「ぼくたちに翼があったころ」(タミ・シェム=トヴ:著 樋口範子:訳 岡本よしろう:画 福音館書店)、読了。
児童文学です。「どこいったん」同様、読書メーターで紹介されていたのを見かけて読んでみることにしました。
舞台は1930年代のポーランド・ワルシャワ、主人公は孤児のユダヤ系の少年・ヤネクです。育ての親である姉の元を離れ、孤児院で暮らすことになったヤネクの視点で物語は進みます。
当時画期的な運営を行っていた孤児院での暮らし、子どもたちに慕われる院長・コルチャック先生の面影、そして失敗を繰り返しながらも成長していくヤネクの姿が描かれています。
世間の冷たさ・厳しさの前に無力な悲しさ、愛する姉に対するわだかまり、しばしば状況に対処しきれず自分の思いを伝える言葉にも乏しいために出口を見つけられず頑なになっていく心。描写が細やかなだけに、ハラハラもし、時に読んでいていたたまれない感じさえしましたが、それでも読ませる文章には力があります。

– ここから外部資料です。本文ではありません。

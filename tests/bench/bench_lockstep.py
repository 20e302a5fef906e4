"""How much faster the lockstep engine runs a scenario than real agent processes.

Runs one rounds-mode scenario twice, as a multi-process run (one OS process per agent) and
with the in-process lockstep engine, and prints the agent iterations per second of both run
phases, the whole wall time of both, the speed-up, and the largest difference between the
two engines' final states (which should be 0: they run the same core on the same plans).

    python tests/bench/bench_lockstep.py                  # 32-agent ring, 2000 rounds
    python tests/bench/bench_lockstep.py --agents 64 --iterations 1000 --loss 0.2 --json

A benchmark script, not a test: nothing here is collected by pytest.
"""

from __future__ import annotations

import argparse
import json
import shutil
import sys
import tempfile
from pathlib import Path
from typing import Any

import numpy as np

import coordinator
from coordinator._lockstep import execute_lockstep
from coordinator._run import RunOptions, RunResult
from coordinator._rundir import read_telemetry


def bench_scenario(
    agents: int, iterations: int, shape: str, algorithm: str, loss: float
) -> dict[str, Any]:
    """The scenario both engines run (telemetry as the defaults would sample it)."""
    sc: dict[str, Any] = {
        "swarm": {
            "name": f"bench-lockstep-{shape}-{agents}",
            "agents": agents,
            "dimension": 2,
            "seed": 1,
            "iterations": iterations,
        },
        "topology": {"shape": shape},
        "objective": {"kind": "quadratic"},
        "algorithm": {"name": algorithm, "step": 0.05},
    }
    if loss > 0.0:
        sc["fault"] = [{"kind": "loss", "links": "all", "rate": loss}]
    return sc


def _finals(run_dir: Path, n: int) -> np.ndarray:
    xs = []
    for i in range(n):
        batches = read_telemetry(run_dir / "telemetry" / f"agent-{i}.msgpack")
        xs.append([b["final"] for b in batches if "final" in b][-1]["state"]["x"])
    return np.asarray(xs, dtype=float)


def _figures(res: RunResult) -> dict[str, Any]:
    s = res.summary
    return {
        "exit": s["exit"],
        "iterations_total": s["iterations_total"],
        "run_s": s["run_s"],
        "wall_s": s["wall_s"],
        "startup_s": s["startup_s"],
        "iterations_per_s": s["iterations_per_s"],
    }


def compare(
    agents: int = 32,
    iterations: int = 2000,
    *,
    shape: str = "ring",
    algorithm: str = "dgd",
    loss: float = 0.0,
) -> dict[str, Any]:
    """Run the scenario with both engines; the figures of both and the speed-ups.

    ``speedup_iterations_per_s`` compares run phases only (agent iterations per second);
    ``speedup_wall`` compares the whole calls, start-up and results included.
    """
    sc = bench_scenario(agents, iterations, shape, algorithm, loss)
    root = Path(tempfile.mkdtemp(prefix="swarmrig-bench-lockstep-"))
    try:
        real = coordinator.run(sc, out=root / "processes")
        lock = execute_lockstep(coordinator.load(sc), RunOptions(out=root / "lockstep"))
        for name, res in (("processes", real), ("lockstep", lock)):
            if res.exit_code != 0:
                raise RuntimeError(f"the {name} run failed: {res.summary['exit']}")
        diff = float(
            np.max(np.abs(_finals(root / "lockstep", agents) - _finals(root / "processes", agents)))
        )
    finally:
        shutil.rmtree(root, ignore_errors=True)
    p, q = _figures(real), _figures(lock)
    return {
        "scenario": {
            "agents": agents,
            "iterations": iterations,
            "shape": shape,
            "algorithm": algorithm,
            "loss": loss,
        },
        "processes": p,
        "lockstep": q,
        "speedup_iterations_per_s": q["iterations_per_s"] / p["iterations_per_s"],
        "speedup_wall": p["wall_s"] / q["wall_s"],
        "max_final_difference": diff,
    }


def main(argv: list[str] | None = None) -> int:
    ap = argparse.ArgumentParser(description=__doc__.split("\n\n")[0])
    ap.add_argument("--agents", type=int, default=32)
    ap.add_argument("--iterations", type=int, default=2000)
    ap.add_argument("--shape", default="ring")
    ap.add_argument("--algorithm", default="dgd")
    ap.add_argument("--loss", type=float, default=0.0, help="loss rate on every link")
    ap.add_argument("--json", action="store_true", help="print the figures as JSON")
    args = ap.parse_args(argv)
    res = compare(
        args.agents, args.iterations, shape=args.shape, algorithm=args.algorithm, loss=args.loss
    )
    if args.json:
        print(json.dumps(res, indent=2))
        return 0
    sc = res["scenario"]
    print(
        f"{sc['agents']}-agent {sc['shape']}, {sc['algorithm']}, {sc['iterations']} rounds,"
        f" loss {sc['loss']:g}"
    )
    for name in ("processes", "lockstep"):
        f = res[name]
        print(
            f"  {name:9s}  {f['iterations_per_s']:12,.0f} agent-iterations/s"
            f"   run {f['run_s']:7.2f} s   wall {f['wall_s']:7.2f} s"
        )
    print(
        f"  speed-up   {res['speedup_iterations_per_s']:.1f}x (run phase)"
        f"   {res['speedup_wall']:.1f}x (wall)"
        f"   largest final-state difference {res['max_final_difference']:.3g}"
    )
    return 0


if __name__ == "__main__":
    sys.exit(main())
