from processing.result_text import reasons_line, redo_description
from processing.safe_text import safe_text
from processing.station.ledger_postgres import is_server_url
from processing.station.events import (
    ClaimResumed,
    FileSeen,
    LedgerOffline,
    LedgerOnline,
    FileSettled,
    FileUnchanged,
    FileVanished,
    FileWaiting,
    RunFailed,
    RunProcessed,
    RunSpooled,
    StationProblem,
    StationStarted,
    StationStopped,
)
from processing.station.ledger import DecisionEvent, RunRecord
from processing.station.redo import RedoRequest
from tui import bindings
from tui.messages import (
    DecisionConflict,
    DecisionRecorded,
    LedgerChanged,
    ReportExported,
    ReprocessFinished,
    RunDetailLoaded,
    RunsLoaded,
    SpectrumLoaded,
    StationEventReceived,
)
from tui.widgets.cells import decision_text, verdict_text
from tui.widgets.run_tables import ChecksTable, ConstantsTable, LinesTable, RunList, ZoomRequested, short_reason
from tui.widgets.spectrum_plot import PlotLine, SpectrumPlot, choose_window

if TYPE_CHECKING:
    from tui.app import BandwatchApp

# events that put a file among those being worked on, and those that take it off
STARTS_WORK = (FileSeen, FileSettled, ClaimResumed, FileWaiting)
ENDS_WORK = (RunProcessed, RunFailed, FileVanished, FileUnchanged, RunSpooled)
CHANGES_RUN_LIST = (
    *STARTS_WORK, RunProcessed, RunFailed, FileVanished, FileUnchanged, StationProblem, RunSpooled, LedgerOnline,
)
LEDGER_POLL_SECONDS = 0.5  # decisions made elsewhere (another operator, the command line) show within a second
LEDGER_FEED_GROUP = "ledger-feed"  # the worker that follows the ledger for as long as the screen is there
PANES = ("runs", "tab-plot", "tab-lines", "tab-constants", "tab-checks")  # the order `tab` goes through


def decision_words(event: DecisionEvent) -> str:
    """"flagged by alice at 10:42:07: cell leak"."""
    from processing.local_time import clock

    done = {"accept": "accepted", "flag": "flagged", "undo": "undone"}.get(event.action, event.action)
    reason = f": {event.reason}" if event.reason else ""
    return safe_text(f"{done} by {event.operator or 'someone'} at {clock(event.at)}{reason}")


def band_regions(run: RunRecord | None) -> dict[str, tuple[float, float]]:
    """(lowest, highest) assigned line of each band of the run, by "ISO v'-v''"."""
    regions: dict[str, tuple[float, float]] = {}
    result = run.result if run is not None else None
    for line in result.lines if result is not None else ():
        assigned = line.assigned
        if assigned is None:
            continue
        key = f"{assigned.isotopologue} {assigned.v_upper}-{assigned.v_lower}"
        x = float(line.position.value)
        low, high = regions.get(key, (x, x))
        regions[key] = (min(low, x), max(high, x))
    return regions
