def make_spectrum(points: int, noise_domain: str = "interferogram", zero_fill: int = 2):
    """HCl + DCl cell; the resolution is chosen so the band region fills `points` at spacing
    res / (2 zero_fill) with zero_fill 2 (so a larger zero fill gives the same spectrum
    sampled more finely: `points` x zero_fill / 2 points)."""
    span = 3100.0 - 1850.0
    resolution = 4.0 * span / points
    settings = SimulationSettings(
        (SampleGas(("HCl",), 0.05), SampleGas(("DCl",), 0.05)),
        Cell(10.0),
        Instrument(resolution_cm1=resolution, zero_fill=zero_fill, first_cm1=1850.0, last_cm1=3100.0, seed=1,
                   noise_domain=noise_domain),
    )
    return simulate(settings).spectrum


FIT_STAGES = ("read", "baseline", "lines", "assignment and fits")


def in_process(path: Path, repeat: int) -> tuple[float, float, dict[str, float], int]:
    """Medians of (file -> band fits) and (file -> whole result with constants and checks), the
    file read and hashed as process_file does."""
    stage_times: dict[str, list[float]] = {}
    to_fits, totals = [], []
    bands = 0
    for _ in range(repeat):
        start = time.perf_counter()
        data, sha256 = parse_bytes_digest_later(load_bytes(path), str(path))  # as process_file reads
        read_time = time.perf_counter() - start
        analysis = analyse(data, ProcessSettings())
        sha256()  # the file's hash, made alongside the parse or the analysis, is part of the whole
        totals.append(time.perf_counter() - start)
        stage_times.setdefault("read", []).append(read_time * 1e3)
        for stage, ms in analysis.timing_ms.items():
            stage_times.setdefault(stage, []).append(ms)
        to_fits.append(read_time + sum(analysis.timing_ms.get(k, 0.0) for k in FIT_STAGES[1:]) / 1e3)
        bands = len(analysis.assignment.bands)
    return statistics.median(to_fits), statistics.median(totals), {k: statistics.median(v) for k, v in stage_times.items()}, bands


_OTHER_TREE = """
import statistics, sys, time
sys.path.insert(0, sys.argv[1])
from processing.pipeline import ProcessSettings, analyse
from processing.readers import read_any
path, repeat = sys.argv[2], int(sys.argv[3])
analyse(read_any(path))
times, fits = [], []
for _ in range(repeat):
    start = time.perf_counter()
    data = read_any(path)
    read = time.perf_counter() - start
    analysis = analyse(data, ProcessSettings())
    times.append(time.perf_counter() - start)
    fits.append(read + sum(analysis.timing_ms.get(k, 0.0) for k in ("baseline", "lines", "assignment and fits")) / 1e3)
print(statistics.median(fits), statistics.median(times))
"""


OTHER_TREE_LIMIT_S = 120.0


def other_tree_time(tree: str, path: Path, repeat: int) -> tuple[float, float]:
    """Median seconds of (file -> band fits, file -> whole result) with the analysis code of
    checkout `tree` (inf when it takes longer than OTHER_TREE_LIMIT_S in all)."""
    try:
        done = subprocess.run([sys.executable, "-c", _OTHER_TREE, tree, str(path), str(repeat)], check=True,
                              capture_output=True, text=True, env={"PYTHONPATH": tree}, timeout=OTHER_TREE_LIMIT_S)
    except subprocess.TimeoutExpired:
        return float("inf"), float("inf")
    fits, total = done.stdout.strip().splitlines()[-1].split()
    return float(fits), float(total)


def whole_process(command: list[str], repeat: int) -> float:
    env = {k: v for k, v in os.environ.items() if k != "PYTHONDONTWRITEBYTECODE"}
    return median_time(lambda: subprocess.run(command, check=True, capture_output=True, env=env), repeat)


def peak_memory_mb(command: list[str]) -> float:
    """Peak resident memory of a child process (its own, not this process's), MB."""
    code = ("import resource, subprocess, sys; subprocess.run(sys.argv[1:], check=True, capture_output=True); "
            "print(resource.getrusage(resource.RUSAGE_CHILDREN).ru_maxrss)")
    done = subprocess.run([sys.executable, "-c", code, *command], check=True, capture_output=True, text=True)
    return int(done.stdout.strip()) / 1024.0
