def record_run(
    conn: Connection,
    path: str,
    sha256: str | None,
    status: str,
    *,
    result: RunResult | None = None,
    result_json: str | None = None,
    digest: RunDigest | None = None,
    error: str | None = None,
    verdict: str | None = None,
    species: tuple[str, ...] | None = None,
    received_at: str | None = None,
    processed_at: str | None = None,
    claim_id: int | None = None,
    settings: dict[str, Any] | None = None,
    reprocessed_from: int | None = None,
    size_bytes: int | None = None,
    mtime_ns: int | None = None,
    instrument: str = "",
    record_key: str | None = None,
    provenance: Provenance | None = None,
) -> RunRecord:
    """Record a finished run as the next version of `path` on `instrument`; drops `claim_id`
    atomically.

    `verdict` and `species` default to what `result` says; `result_json` is its JSON text
    when the caller already encoded it (the reports write the same bytes). Its fitted
    quantities go into `quantities` in the same transaction. `digest` (`run_digest`, with
    `result_json`) stands for the result: what is stored is taken from it, and the result
    object is not needed (a station's worker made both). `size_bytes` and `mtime_ns` are
    the file's stat when it was read (lets a restart skip unchanged files without reading);
    `provenance` what the result was made with (analysis version, library and settings hashes).
    `record_key` makes the record idempotent: a run already recorded under that key is
    returned as it is, nothing is written (a spooled outcome replayed after a lost answer).
    """
    from processing.run_digest import digest_of
    from processing.results import to_json

    if status not in RUN_STATUSES:
        raise ValueError(f"run status must be one of {RUN_STATUSES}, not {status!r}")
    if digest is None and result is not None:
        digest = digest_of(result)
    if result is not None and result_json is None:
        result_json = to_json(result)
    if digest is not None and result_json is None:
        raise ValueError("a run recorded from its digest needs its result's JSON too")
    if verdict is None and digest is not None:
        verdict = digest.verdict
    if species is None:
        species = digest.species if digest is not None else ()
    if error is not None:
        error = safe_text(error)  # file names and header values are echoed in messages
    reasons = digest.reasons if digest is not None and status == "processed" else ()
    stamp = now_iso()
    with _Transaction(conn):
        if record_key is not None:
            row = conn.execute(f"SELECT {_RUN_COLUMNS_LISTED} FROM runs WHERE record_key = ?", (record_key,)).fetchone()
            if row is not None:
                return replace(_record(row, None, False, conn), result=result)
        version = next_version(conn, path, instrument)
        run_id = _insert_returning(
            conn,
            "INSERT INTO runs (path, sha256, version, status, verdict, species, result_json, error,"
            " received_at, processed_at, settings_json, reprocessed_from, size_bytes, mtime_ns, instrument, record_key,"
            " analysis_version, library_hash, settings_hash, reasons_json)"
            " VALUES (?, ?, ?, ?, ?, ?, ?, ?, ?, ?, ?, ?, ?, ?, ?, ?, ?, ?, ?, ?)",
            (
                stored_path(path, conn),
                sha256,
                version,
                status,
                verdict,
                ",".join(species),
                result_json if digest is not None else None,
                error,
                received_at or stamp,
                processed_at or stamp,
                strict_json.dumps(settings) if settings is not None else None,
                reprocessed_from,
                size_bytes,
                mtime_ns,
                instrument,
                record_key,
                provenance.analysis_version if provenance is not None else None,
                provenance.library_hash if provenance is not None else None,
                provenance.settings_hash if provenance is not None else None,
                json.dumps(list(reasons)),
            ),
            "run_id",
        )
        if digest is not None and status == "processed":
            _insert_quantities(conn, run_id, digest.quantities)
        if claim_id is not None:
            conn.execute("DELETE FROM claims WHERE claim_id = ?", (claim_id,))
    return RunRecord(  # a new run has no decision yet; no need to read it back
        run_id=run_id, path=path, sha256=sha256, version=version, status=status, verdict=verdict,
        decision=None, decision_reason=None, operator=None, received_at=received_at or stamp,
        processed_at=processed_at or stamp, species=tuple(species), error=error, result=result,
        settings=settings, reprocessed_from=reprocessed_from, instrument=instrument, provenance=provenance,
        reasons=reasons,
    )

登場する子どもたちとはかけ離れた年齢になってしまった大人といたしましては、「ああ、そういえば、子どもってそうだったな」とすっかり忘れていた心のありようを思い出すことも。
それに歴史をそれなりに知っている大人なので、初めから彼らの先行きに暗雲が垂れ込めているのを意識しながら読まざる得なかったのですが、しかし辛い場面はあっても陰鬱なお話ではありません。暗い歴史の中にも光や希望があったことを伝えようとするお話です。
このお話自体は創作ですが、コルチャック先生(児童教育に尽力し、ナチス占領下のポーランドにあって解放される許可が出たにもかかわらず、それを拒否して子どもたちとともに強制収容所の露と消えたユダヤ系ポーランド人)と孤児院は実在しており、実際にこの孤児院出身で存命であった人物に取材もし、当時をできるだけ忠実に映した日常を描くことを願って書かれた作品だそうです。
良い本です。ヤネクと同じ年ごろに読めるとよかったな。